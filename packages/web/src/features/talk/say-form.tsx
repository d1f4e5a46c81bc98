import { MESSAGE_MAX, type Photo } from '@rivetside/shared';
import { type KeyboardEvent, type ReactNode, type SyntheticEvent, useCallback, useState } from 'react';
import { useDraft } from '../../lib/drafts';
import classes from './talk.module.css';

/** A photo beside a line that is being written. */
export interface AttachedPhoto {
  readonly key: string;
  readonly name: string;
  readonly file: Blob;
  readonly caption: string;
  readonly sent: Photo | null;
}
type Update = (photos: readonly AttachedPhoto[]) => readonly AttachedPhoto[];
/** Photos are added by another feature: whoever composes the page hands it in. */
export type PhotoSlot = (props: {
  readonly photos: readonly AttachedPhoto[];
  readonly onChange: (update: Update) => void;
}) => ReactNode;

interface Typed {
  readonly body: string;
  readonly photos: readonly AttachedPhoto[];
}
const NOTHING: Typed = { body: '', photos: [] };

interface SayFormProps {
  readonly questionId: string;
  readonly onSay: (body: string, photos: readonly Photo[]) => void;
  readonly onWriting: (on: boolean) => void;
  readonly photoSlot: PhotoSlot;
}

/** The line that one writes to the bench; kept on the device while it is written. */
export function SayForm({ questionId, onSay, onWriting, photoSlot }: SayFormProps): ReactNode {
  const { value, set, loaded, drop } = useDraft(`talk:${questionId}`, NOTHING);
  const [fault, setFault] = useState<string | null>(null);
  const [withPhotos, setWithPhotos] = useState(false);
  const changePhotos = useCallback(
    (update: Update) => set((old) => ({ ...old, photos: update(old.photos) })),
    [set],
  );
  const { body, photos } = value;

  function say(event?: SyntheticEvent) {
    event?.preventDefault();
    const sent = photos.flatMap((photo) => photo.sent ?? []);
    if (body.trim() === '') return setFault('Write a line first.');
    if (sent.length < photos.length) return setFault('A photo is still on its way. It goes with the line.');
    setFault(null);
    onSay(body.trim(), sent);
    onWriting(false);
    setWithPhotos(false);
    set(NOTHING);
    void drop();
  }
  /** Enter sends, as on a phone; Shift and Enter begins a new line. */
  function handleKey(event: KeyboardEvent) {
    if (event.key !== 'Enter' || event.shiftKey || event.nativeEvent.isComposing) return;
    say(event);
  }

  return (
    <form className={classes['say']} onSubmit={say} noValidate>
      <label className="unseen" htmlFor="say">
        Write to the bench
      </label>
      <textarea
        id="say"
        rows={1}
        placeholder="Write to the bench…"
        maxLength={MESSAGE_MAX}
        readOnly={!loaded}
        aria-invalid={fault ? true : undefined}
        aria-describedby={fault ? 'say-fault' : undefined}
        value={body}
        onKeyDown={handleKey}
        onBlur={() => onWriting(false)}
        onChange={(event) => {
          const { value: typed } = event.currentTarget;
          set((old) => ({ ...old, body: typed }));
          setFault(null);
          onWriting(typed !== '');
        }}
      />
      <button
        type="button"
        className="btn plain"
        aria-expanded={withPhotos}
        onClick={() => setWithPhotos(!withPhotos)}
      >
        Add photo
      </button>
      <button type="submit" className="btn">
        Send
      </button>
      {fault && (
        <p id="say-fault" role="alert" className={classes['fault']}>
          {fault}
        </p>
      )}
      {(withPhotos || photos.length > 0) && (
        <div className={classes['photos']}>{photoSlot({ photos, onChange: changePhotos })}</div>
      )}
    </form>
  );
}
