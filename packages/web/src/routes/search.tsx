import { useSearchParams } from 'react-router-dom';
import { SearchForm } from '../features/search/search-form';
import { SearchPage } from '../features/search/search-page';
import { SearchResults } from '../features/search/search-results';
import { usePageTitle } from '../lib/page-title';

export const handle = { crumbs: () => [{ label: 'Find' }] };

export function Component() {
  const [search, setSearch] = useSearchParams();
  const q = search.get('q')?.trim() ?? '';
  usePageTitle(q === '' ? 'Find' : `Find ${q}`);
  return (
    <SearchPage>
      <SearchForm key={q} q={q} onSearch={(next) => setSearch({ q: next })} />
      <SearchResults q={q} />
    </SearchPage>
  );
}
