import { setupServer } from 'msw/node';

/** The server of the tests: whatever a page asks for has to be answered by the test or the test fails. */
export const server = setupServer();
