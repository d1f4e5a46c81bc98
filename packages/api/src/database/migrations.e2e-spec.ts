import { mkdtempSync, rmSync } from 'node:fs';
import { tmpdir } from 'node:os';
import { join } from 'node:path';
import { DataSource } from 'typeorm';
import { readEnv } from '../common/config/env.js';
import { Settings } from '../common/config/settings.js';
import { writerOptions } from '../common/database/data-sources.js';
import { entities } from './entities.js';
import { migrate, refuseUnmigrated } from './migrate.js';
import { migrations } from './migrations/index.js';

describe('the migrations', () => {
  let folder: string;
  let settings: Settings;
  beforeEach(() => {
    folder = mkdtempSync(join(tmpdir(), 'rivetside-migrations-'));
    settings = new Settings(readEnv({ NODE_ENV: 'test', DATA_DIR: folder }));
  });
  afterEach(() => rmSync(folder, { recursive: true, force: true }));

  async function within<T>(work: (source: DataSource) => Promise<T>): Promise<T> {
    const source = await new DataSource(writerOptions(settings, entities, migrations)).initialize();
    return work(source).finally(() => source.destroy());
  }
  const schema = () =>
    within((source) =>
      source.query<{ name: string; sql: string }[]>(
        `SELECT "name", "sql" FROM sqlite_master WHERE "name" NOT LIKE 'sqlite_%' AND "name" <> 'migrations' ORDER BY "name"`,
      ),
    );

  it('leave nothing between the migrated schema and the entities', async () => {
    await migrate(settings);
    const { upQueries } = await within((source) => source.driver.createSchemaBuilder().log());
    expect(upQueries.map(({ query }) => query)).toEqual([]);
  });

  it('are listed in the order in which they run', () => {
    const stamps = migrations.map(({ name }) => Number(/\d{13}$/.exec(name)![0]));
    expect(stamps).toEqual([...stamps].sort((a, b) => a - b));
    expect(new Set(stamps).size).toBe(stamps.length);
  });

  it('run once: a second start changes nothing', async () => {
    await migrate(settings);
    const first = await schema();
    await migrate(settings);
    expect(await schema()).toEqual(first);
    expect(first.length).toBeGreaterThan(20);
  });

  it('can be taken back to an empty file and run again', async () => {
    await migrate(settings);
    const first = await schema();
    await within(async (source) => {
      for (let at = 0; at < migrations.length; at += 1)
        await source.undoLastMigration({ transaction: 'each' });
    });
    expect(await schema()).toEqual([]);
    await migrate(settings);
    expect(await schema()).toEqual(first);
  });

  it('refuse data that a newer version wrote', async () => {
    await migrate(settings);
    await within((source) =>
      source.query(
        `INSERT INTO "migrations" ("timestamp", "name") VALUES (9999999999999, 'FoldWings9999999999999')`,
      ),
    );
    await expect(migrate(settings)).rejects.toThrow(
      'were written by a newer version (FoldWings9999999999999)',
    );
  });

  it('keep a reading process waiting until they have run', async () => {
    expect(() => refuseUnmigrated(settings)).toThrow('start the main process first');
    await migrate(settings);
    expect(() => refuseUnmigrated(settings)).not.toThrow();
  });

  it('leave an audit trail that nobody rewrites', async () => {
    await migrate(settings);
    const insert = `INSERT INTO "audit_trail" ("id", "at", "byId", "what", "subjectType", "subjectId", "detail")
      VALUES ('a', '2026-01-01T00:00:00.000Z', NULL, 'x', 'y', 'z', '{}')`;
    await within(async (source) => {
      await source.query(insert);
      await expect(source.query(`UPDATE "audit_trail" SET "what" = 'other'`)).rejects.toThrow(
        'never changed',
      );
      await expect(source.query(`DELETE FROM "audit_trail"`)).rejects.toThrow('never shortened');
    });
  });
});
────────
Exercise objective:
Search the data for the string "config" and copy each line where it appears.

Response to the task:
import { readEnv } from '../common/config/env.js';
import { Settings } from '../common/config/settings.js';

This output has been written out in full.